For every record below, write out an exact copy.

--- Task material Enclosed Below ---

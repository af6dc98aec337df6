package observe

import (
	"cmp"
	"fmt"
	"io"
	"math"
	"slices"
	"strings"
)

// header is the line of names and where the request found its columns in it.
type header struct {
	source string
	line   int
	names  []string
	origin *origin

	shapes  *shapes // of the features that are the rows; nil for a table in columns
	ids     bool    // a column "id" that is not there is the identifier of features
	heights bool    // a column "z" that is not there is the third coordinate of points
}

// shapes is what a source says of the geometries that its rows have by themselves.
type shapes struct {
	crs string // authority and code; empty where it says nothing
}

// readHeader reads the names.
func readHeader(in *text, source string) (header, error) {
	announced := in.origin.announced
	for {
		record, err := in.Read()
		switch {
		case err == io.EOF:
			return header{}, in.origin.noHeader()
		case err != nil:
			return header{}, readError(source, err)
		case isEmpty(record):
		case announced:
			announced = false
		default:
			line, _ := in.FieldPos(0)
			return newHeader(record, line, in.origin)
		}
	}
}

// noHeader says that a text has no line of names.
func (o *origin) noHeader() error {
	e := &Error{File: o.source, What: "the file is empty", Advice: adviceWhole}
	switch {
	case o.announced:
		e.What = "nothing stands below the line that names the separator"
	case o.blank:
		e.What = "the file holds only blank lines"
	}
	return e
}

// noRows says that nothing stands below the header.
func (h header) noRows() error {
	return &Error{File: h.source, Line: h.line, What: "no rows stand below the header", Advice: adviceWhole}
}

// newHeader takes the names from the first record, which starts on the given line. Blank names are let pass:
// spreadsheets leave them, and nobody can ask for one.
func newHeader(record []string, line int, from *origin) (header, error) {
	source := from.source
	h := header{source: source, line: line, names: make([]string, len(record)), origin: from}
	if areNumbers(record) {
		return header{}, &Error{File: source, Line: line, What: "numbers stand where the names of the columns should be, so the line of names is missing",
			Advice: "put a line with the names of the columns above the rows"}
	}
	first := map[string]int{}
	for i, field := range record {
		name := strings.TrimSpace(field)
		if !clean(name) {
			return header{}, &Error{File: source, Line: line, What: fmt.Sprintf("the name of column %d is %s", i+1, from.notText(name)), Advice: adviceText}
		}
		if at, seen := first[name]; seen && name != "" {
			return header{}, &Error{File: source, Line: line, Column: name, Advice: "give each column a name of its own",
				What: fmt.Sprintf("the name appears twice, as columns %d and %d", at+1, i+1)}
		}
		first[name] = i
		h.names[i] = strings.Clone(name)
	}
	return h, nil
}

// areNumbers reports whether a record is numbers alone, some of them with a unit perhaps, and not names.
func areNumbers(record []string) bool {
	plain := false
	for _, s := range record {
		if s = strings.TrimSpace(s); s == "" {
			continue
		}
		if !looksLikeNumber(s) {
			return false
		}
		_, fault := parseDecimal(s)
		plain = plain || fault == "" || hasDecimalComma(s)
	}
	return plain
}

// checkRecord refuses records of the wrong length and fields that are not text, whether or not they are asked for.
func (h header) checkRecord(record []string, here Error) error {
	if len(record) != len(h.names) {
		return here.because(fmt.Sprintf("%s where the header has %d", several(len(record), "field"), len(h.names)), h.adviceLength(record))
	}
	if here.Line > math.MaxInt32 {
		return here.because("the file has more lines than can be counted", "")
	}
	for i, s := range record {
		if !clean(s) {
			return h.notClean(h.names[i], s, here)
		}
	}
	return nil
}

// adviceLength says what to do about a record of the wrong length.
func (h header) adviceLength(record []string) string {
	separator := separatorWord(h.origin.separator)
	if slices.ContainsFunc(record, func(s string) bool { return !clean(s) }) {
		return "bytes that are no text stand on the line: the file may be damaged from there on, or something else is appended to it"
	}
	if len(record) == 1 {
		count := outsideQuotes([]byte(record[0]))
		for _, c := range found {
			if c != h.origin.separator && count[c] == len(h.names)-1 && count[c] > 0 {
				return fmt.Sprintf("the line has a %s where the others have a %s: separate all columns in one way", separatorWord(c), separator)
			}
		}
	}
	return fmt.Sprintf("check the line for a missing %s, or for one that belongs inside quotes", separator)
}

// notClean refuses a field that is not text.
func (h header) notClean(name, s string, here Error) error {
	here.Column, here.Value = name, shorten(s)
	advice := adviceText
	if h.origin.features {
		advice = "correct the property, or leave it out"
	}
	return here.because(fmt.Sprintf("%q is %s", here.Value, h.origin.notText(s)), advice)
}

// The columns that features have beside their properties, and heightName that of points in a column of geometries, where
// no other is called so.
const (
	idName     = "id" // their identifier
	heightName = "z"  // the third coordinate
)

// columns returns the names that a user is told of.
func (h header) columns() []string {
	names := slices.Clone(h.names)
	if h.ids && !slices.Contains(names, idName) {
		names = append(names, idName)
	}
	if h.shapes != nil && h.heights && !slices.Contains(names, heightName) {
		names = append(names, heightName)
	}
	return names
}

// find returns the position of a column, which must exist, or atID or atHeight.
func (h header) find(name, part string) (int, error) {
	for i, n := range h.names {
		if n == name {
			return i, nil
		}
	}
	switch {
	case h.ids && name == idName:
		return atID, nil
	case h.heights && name == heightName:
		return atHeight, nil
	}
	return 0, h.absent(name, part)
}

// among returns those of names that are columns.
func (h header) among(names []string) (there []string) {
	for _, name := range names {
		if slices.Contains(h.columns(), name) {
			there = append(there, name)
		}
	}
	return there
}

// adviceUnseparated says what to do about a header that is one name, but looks like several; "" for any other.
func (h header) adviceUnseparated() string {
	if len(h.names) != 1 || h.origin.features {
		return ""
	}
	count := outsideQuotes([]byte(h.names[0]))
	for _, c := range found {
		if count[c] > 0 {
			return fmt.Sprintf("the header has no %s, but a %s: name that with --separator, or leave out --separator", separatorWord(h.origin.separator), separatorWord(c))
		}
	}
	if len(strings.Fields(h.names[0])) > 1 {
		return fmt.Sprintf("the header has no %s: columns of fixed width are not read, so put commas between them", separatorWord(h.origin.separator))
	}
	return ""
}

// columnList lists the columns for a message.
func (h header) columnList() string {
	names := h.columns()
	switch {
	case len(names) > 0:
		return columnList(names)
	case h.origin.features:
		return "the features have no properties"
	}
	return "there are no columns"
}

// absent says that there is no such column, with the nearest name and the list of those there are.
func (h header) absent(name, part string) error {
	advice := cmp.Or(h.adviceUnseparated(), h.columnList())
	if near := nearest(name, h.columns()); near != "" {
		advice = fmt.Sprintf("did you mean %q? %s", near, advice)
	}
	return &Error{File: h.source, Line: h.line, What: fmt.Sprintf("no column %q for %s", name, part), Advice: advice}
}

--- End of Enclosed Task material ---

> **Exercise solution**:
repository af6dc98aec337df6
package observe

import (
	"cmp"
	"fmt"
	"io"
	"math"
	"slices"
	"strings"
)

// header is the line of names and where the request found its columns in it.
type header struct {
	source string
	line   int
	names  []string
	origin *origin

	shapes  *shapes // of the features that are the rows; nil for a table in columns
	ids     bool    // a column "id" that is not there is the identifier of features
	heights bool    // a column "z" that is not there is the third coordinate of points
}

// shapes is what a source says of the geometries that its rows have by themselves.
type shapes struct {
	crs string // authority and code; empty where it says nothing
}

// readHeader reads the names.
func readHeader(in *text, source string) (header, error) {
	announced := in.origin.announced
	for {
		record, err := in.Read()
		switch {
		case err == io.EOF:
			return header{}, in.origin.noHeader()
		case err != nil:
			return header{}, readError(source, err)
		case isEmpty(record):
		case announced:
			announced = false
		default:
			line, _ := in.FieldPos(0)
			return newHeader(record, line, in.origin)
		}
	}
}

// noHeader says that a text has no line of names.
func (o *origin) noHeader() error {
	e := &Error{File: o.source, What: "the file is empty", Advice: adviceWhole}
	switch {
	case o.announced:
		e.What = "nothing stands below the line that names the separator"
	case o.blank:
		e.What = "the file holds only blank lines"
	}
	return e
}

// noRows says that nothing stands below the header.
func (h header) noRows() error {
	return &Error{File: h.source, Line: h.line, What: "no rows stand below the header", Advice: adviceWhole}
}

// newHeader takes the names from the first record, which starts on the given line. Blank names are let pass:
// spreadsheets leave them, and nobody can ask for one.
func newHeader(record []string, line int, from *origin) (header, error) {
	source := from.source
	h := header{source: source, line: line, names: make([]string, len(record)), origin: from}
	if areNumbers(record) {
		return header{}, &Error{File: source, Line: line, What: "numbers stand where the names of the columns should be, so the line of names is missing",
			Advice: "put a line with the names of the columns above the rows"}
	}
	first := map[string]int{}
	for i, field := range record {
		name := strings.TrimSpace(field)
		if !clean(name) {
			return header{}, &Error{File: source, Line: line, What: fmt.Sprintf("the name of column %d is %s", i+1, from.notText(name)), Advice: adviceText}
		}
		if at, seen := first[name]; seen && name != "" {
			return header{}, &Error{File: source, Line: line, Column: name, Advice: "give each column a name of its own",
				What: fmt.Sprintf("the name appears twice, as columns %d and %d", at+1, i+1)}
		}
		first[name] = i
		h.names[i] = strings.Clone(name)
	}
	return h, nil
}

// areNumbers reports whether a record is numbers alone, some of them with a unit perhaps, and not names.
func areNumbers(record []string) bool {
	plain := false
	for _, s := range record {
		if s = strings.TrimSpace(s); s == "" {
			continue
		}
		if !looksLikeNumber(s) {
			return false
		}
		_, fault := parseDecimal(s)
		plain = plain || fault == "" || hasDecimalComma(s)
	}
	return plain
}

// checkRecord refuses records of the wrong length and fields that are not text, whether or not they are asked for.
func (h header) checkRecord(record []string, here Error) error {
	if len(record) != len(h.names) {
		return here.because(fmt.Sprintf("%s where the header has %d", several(len(record), "field"), len(h.names)), h.adviceLength(record))
	}
	if here.Line > math.MaxInt32 {
		return here.because("the file has more lines than can be counted", "")
	}
	for i, s := range record {
		if !clean(s) {
			return h.notClean(h.names[i], s, here)
		}
	}
	return nil
}

// adviceLength says what to do about a record of the wrong length.
func (h header) adviceLength(record []string) string {
	separator := separatorWord(h.origin.separator)
	if slices.ContainsFunc(record, func(s string) bool { return !clean(s) }) {
		return "bytes that are no text stand on the line: the file may be damaged from there on, or something else is appended to it"
	}
	if len(record) == 1 {
		count := outsideQuotes([]byte(record[0]))
		for _, c := range found {
			if c != h.origin.separator && count[c] == len(h.names)-1 && count[c] > 0 {
				return fmt.Sprintf("the line has a %s where the others have a %s: separate all columns in one way", separatorWord(c), separator)
			}
		}
	}
	return fmt.Sprintf("check the line for a missing %s, or for one that belongs inside quotes", separator)
}

// notClean refuses a field that is not text.
func (h header) notClean(name, s string, here Error) error {
	here.Column, here.Value = name, shorten(s)
	advice := adviceText
	if h.origin.features {
		advice = "correct the property, or leave it out"
	}
	return here.because(fmt.Sprintf("%q is %s", here.Value, h.origin.notText(s)), advice)
}

// The columns that features have beside their properties, and heightName that of points in a column of geometries, where
// no other is called so.
const (
	idName     = "id" // their identifier
	heightName = "z"  // the third coordinate
)

// columns returns the names that a user is told of.
func (h header) columns() []string {
	names := slices.Clone(h.names)
	if h.ids && !slices.Contains(names, idName) {
		names = append(names, idName)
	}
	if h.shapes != nil && h.heights && !slices.Contains(names, heightName) {
		names = append(names, heightName)
	}
	return names
}

// find returns the position of a column, which must exist, or atID or atHeight.
func (h header) find(name, part string) (int, error) {
	for i, n := range h.names {
		if n == name {
			return i, nil
		}
	}
	switch {
	case h.ids && name == idName:
		return atID, nil
	case h.heights && name == heightName:
		return atHeight, nil
	}
	return 0, h.absent(name, part)
}

// among returns those of names that are columns.
func (h header) among(names []string) (there []string) {
	for _, name := range names {
		if slices.Contains(h.columns(), name) {
			there = append(there, name)
		}
	}
	return there
}

// adviceUnseparated says what to do about a header that is one name, but looks like several; "" for any other.
func (h header) adviceUnseparated() string {
	if len(h.names) != 1 || h.origin.features {
		return ""
	}
	count := outsideQuotes([]byte(h.names[0]))
	for _, c := range found {
		if count[c] > 0 {
			return fmt.Sprintf("the header has no %s, but a %s: name that with --separator, or leave out --separator", separatorWord(h.origin.separator), separatorWord(c))
		}
	}
	if len(strings.Fields(h.names[0])) > 1 {
		return fmt.Sprintf("the header has no %s: columns of fixed width are not read, so put commas between them", separatorWord(h.origin.separator))
	}
	return ""
}

// columnList lists the columns for a message.
func (h header) columnList() string {
	names := h.columns()
	switch {
	case len(names) > 0:
		return columnList(names)
	case h.origin.features:
		return "the features have no properties"
	}
	return "there are no columns"
}

// absent says that there is no such column, with the nearest name and the list of those there are.
func (h header) absent(name, part string) error {
	advice := cmp.Or(h.adviceUnseparated(), h.columnList())
	if near := nearest(name, h.columns()); near != "" {
		advice = fmt.Sprintf("did you mean %q? %s", near, advice)
	}
	return &Error{File: h.source, Line: h.line, What: fmt.Sprintf("no column %q for %s", name, part), Advice: advice}
}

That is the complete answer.